◆ **REQUIRED WORK**: If a line in the records contains the string "timeZone", show that line.

THE INPUT section start

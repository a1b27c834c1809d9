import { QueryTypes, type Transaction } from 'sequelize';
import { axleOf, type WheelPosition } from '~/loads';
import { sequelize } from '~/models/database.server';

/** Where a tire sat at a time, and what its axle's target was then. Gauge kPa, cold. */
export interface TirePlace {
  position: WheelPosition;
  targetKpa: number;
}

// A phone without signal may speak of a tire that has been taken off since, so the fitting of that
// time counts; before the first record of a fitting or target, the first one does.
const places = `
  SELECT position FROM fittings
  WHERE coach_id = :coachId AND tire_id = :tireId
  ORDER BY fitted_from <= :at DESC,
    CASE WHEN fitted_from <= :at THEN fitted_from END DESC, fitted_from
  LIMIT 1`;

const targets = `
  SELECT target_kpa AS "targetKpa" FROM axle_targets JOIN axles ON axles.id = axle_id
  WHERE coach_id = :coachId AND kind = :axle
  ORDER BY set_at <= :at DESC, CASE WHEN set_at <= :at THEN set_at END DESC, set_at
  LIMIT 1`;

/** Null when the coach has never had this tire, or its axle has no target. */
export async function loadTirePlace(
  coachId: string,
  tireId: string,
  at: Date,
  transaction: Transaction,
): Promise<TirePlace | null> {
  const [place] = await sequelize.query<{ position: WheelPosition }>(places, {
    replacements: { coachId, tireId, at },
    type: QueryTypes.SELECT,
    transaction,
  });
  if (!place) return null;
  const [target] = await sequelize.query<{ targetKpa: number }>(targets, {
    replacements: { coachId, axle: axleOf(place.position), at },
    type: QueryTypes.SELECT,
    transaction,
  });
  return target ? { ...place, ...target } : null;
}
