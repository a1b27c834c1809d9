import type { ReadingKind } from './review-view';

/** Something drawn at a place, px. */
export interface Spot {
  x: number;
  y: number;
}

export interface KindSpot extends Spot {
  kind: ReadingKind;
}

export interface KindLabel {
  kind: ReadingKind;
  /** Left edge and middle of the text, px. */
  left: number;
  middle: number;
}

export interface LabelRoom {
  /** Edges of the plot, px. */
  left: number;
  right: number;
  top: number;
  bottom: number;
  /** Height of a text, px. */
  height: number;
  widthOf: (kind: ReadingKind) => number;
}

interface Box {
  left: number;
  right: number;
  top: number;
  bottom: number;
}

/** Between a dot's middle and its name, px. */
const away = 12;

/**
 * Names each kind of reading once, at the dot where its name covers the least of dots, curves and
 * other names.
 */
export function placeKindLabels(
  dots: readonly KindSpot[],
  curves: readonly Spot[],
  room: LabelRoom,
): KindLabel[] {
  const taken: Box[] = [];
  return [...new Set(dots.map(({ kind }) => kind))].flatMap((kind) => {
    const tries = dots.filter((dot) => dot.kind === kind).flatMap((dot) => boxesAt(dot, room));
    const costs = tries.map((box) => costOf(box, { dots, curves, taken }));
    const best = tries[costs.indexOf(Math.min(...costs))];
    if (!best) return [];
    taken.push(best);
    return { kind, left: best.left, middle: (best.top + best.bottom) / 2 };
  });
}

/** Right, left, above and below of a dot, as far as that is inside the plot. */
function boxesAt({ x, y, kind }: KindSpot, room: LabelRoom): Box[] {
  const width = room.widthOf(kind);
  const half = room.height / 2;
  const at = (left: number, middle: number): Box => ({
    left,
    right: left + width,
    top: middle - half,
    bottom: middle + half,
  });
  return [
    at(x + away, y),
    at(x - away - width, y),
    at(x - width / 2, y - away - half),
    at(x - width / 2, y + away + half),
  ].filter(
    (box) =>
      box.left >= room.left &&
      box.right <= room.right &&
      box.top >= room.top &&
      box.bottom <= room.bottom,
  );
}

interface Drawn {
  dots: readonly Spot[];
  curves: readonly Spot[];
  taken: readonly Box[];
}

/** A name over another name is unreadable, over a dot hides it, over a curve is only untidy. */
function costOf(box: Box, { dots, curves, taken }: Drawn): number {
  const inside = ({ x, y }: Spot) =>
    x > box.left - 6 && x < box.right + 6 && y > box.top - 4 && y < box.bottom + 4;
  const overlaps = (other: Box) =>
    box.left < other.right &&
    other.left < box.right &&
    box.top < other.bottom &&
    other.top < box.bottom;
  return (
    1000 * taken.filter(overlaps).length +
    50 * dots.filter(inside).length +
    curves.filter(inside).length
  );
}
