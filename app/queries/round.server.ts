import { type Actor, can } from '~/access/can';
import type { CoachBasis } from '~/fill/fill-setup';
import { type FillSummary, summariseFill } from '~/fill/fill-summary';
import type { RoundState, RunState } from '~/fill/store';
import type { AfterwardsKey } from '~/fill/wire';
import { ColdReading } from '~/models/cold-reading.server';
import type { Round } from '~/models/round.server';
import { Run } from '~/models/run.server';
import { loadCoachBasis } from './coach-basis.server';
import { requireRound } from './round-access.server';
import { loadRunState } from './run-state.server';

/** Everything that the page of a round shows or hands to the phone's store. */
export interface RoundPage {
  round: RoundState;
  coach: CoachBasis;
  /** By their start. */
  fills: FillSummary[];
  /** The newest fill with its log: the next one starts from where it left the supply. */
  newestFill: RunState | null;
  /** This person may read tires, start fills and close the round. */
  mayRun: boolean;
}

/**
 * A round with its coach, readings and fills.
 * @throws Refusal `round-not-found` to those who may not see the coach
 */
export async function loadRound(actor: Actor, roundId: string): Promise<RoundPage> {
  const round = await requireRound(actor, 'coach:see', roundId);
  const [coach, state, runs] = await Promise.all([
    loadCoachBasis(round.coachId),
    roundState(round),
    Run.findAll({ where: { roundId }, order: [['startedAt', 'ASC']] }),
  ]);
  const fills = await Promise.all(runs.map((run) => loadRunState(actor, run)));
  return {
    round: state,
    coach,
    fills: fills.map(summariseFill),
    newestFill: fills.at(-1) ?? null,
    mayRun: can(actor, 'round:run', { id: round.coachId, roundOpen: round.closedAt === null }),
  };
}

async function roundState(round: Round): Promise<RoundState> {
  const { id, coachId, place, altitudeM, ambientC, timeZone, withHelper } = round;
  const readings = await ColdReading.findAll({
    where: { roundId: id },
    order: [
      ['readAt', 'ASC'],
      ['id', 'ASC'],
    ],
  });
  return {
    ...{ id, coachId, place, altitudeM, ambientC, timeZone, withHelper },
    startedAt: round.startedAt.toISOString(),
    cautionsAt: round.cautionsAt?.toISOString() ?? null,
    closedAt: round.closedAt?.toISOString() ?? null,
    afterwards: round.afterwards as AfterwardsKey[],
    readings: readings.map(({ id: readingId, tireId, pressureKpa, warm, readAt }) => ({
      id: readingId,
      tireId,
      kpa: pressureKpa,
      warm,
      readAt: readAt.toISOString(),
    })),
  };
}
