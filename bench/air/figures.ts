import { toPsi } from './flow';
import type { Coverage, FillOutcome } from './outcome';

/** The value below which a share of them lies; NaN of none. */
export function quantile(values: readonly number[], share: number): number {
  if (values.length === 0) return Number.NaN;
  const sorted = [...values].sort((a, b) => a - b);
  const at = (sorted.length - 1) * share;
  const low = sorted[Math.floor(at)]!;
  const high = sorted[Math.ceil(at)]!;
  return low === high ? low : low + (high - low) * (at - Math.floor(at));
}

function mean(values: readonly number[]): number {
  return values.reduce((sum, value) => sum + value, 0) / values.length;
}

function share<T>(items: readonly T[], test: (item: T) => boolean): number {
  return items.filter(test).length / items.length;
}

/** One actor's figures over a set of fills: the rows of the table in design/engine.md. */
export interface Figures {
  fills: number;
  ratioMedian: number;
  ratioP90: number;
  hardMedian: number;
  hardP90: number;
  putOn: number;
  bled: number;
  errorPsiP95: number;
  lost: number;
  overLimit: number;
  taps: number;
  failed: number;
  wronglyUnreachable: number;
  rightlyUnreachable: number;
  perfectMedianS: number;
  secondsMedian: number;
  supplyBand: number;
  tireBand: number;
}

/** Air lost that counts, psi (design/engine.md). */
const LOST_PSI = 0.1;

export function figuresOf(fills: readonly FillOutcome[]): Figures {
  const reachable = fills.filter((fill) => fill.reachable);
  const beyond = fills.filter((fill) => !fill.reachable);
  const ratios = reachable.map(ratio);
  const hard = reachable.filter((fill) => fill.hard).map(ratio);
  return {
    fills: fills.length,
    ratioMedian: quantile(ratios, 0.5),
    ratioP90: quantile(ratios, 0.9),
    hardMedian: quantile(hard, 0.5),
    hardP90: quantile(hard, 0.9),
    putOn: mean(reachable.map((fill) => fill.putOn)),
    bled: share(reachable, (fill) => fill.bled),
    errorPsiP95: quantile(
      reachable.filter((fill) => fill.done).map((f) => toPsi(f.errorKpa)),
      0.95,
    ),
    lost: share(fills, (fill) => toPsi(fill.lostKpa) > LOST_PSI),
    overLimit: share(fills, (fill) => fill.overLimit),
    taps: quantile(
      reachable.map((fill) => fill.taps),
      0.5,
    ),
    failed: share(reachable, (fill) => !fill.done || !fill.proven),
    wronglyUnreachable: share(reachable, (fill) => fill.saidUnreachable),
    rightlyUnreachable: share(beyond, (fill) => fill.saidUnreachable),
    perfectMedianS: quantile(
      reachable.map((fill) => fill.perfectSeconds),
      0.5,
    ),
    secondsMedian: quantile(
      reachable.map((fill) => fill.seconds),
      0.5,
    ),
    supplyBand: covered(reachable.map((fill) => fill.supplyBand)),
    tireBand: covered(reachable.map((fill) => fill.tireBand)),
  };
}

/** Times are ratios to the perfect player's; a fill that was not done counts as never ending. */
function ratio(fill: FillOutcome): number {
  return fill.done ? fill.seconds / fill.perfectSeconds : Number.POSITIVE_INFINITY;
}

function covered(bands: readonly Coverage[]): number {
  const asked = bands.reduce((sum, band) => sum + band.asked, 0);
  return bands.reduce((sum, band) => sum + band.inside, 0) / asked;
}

THE INPUT section end

◆ **TASK OUTPUT**:
  const { id, coachId, place, altitudeM, ambientC, timeZone, withHelper } = round;
    ...{ id, coachId, place, altitudeM, ambientC, timeZone, withHelper },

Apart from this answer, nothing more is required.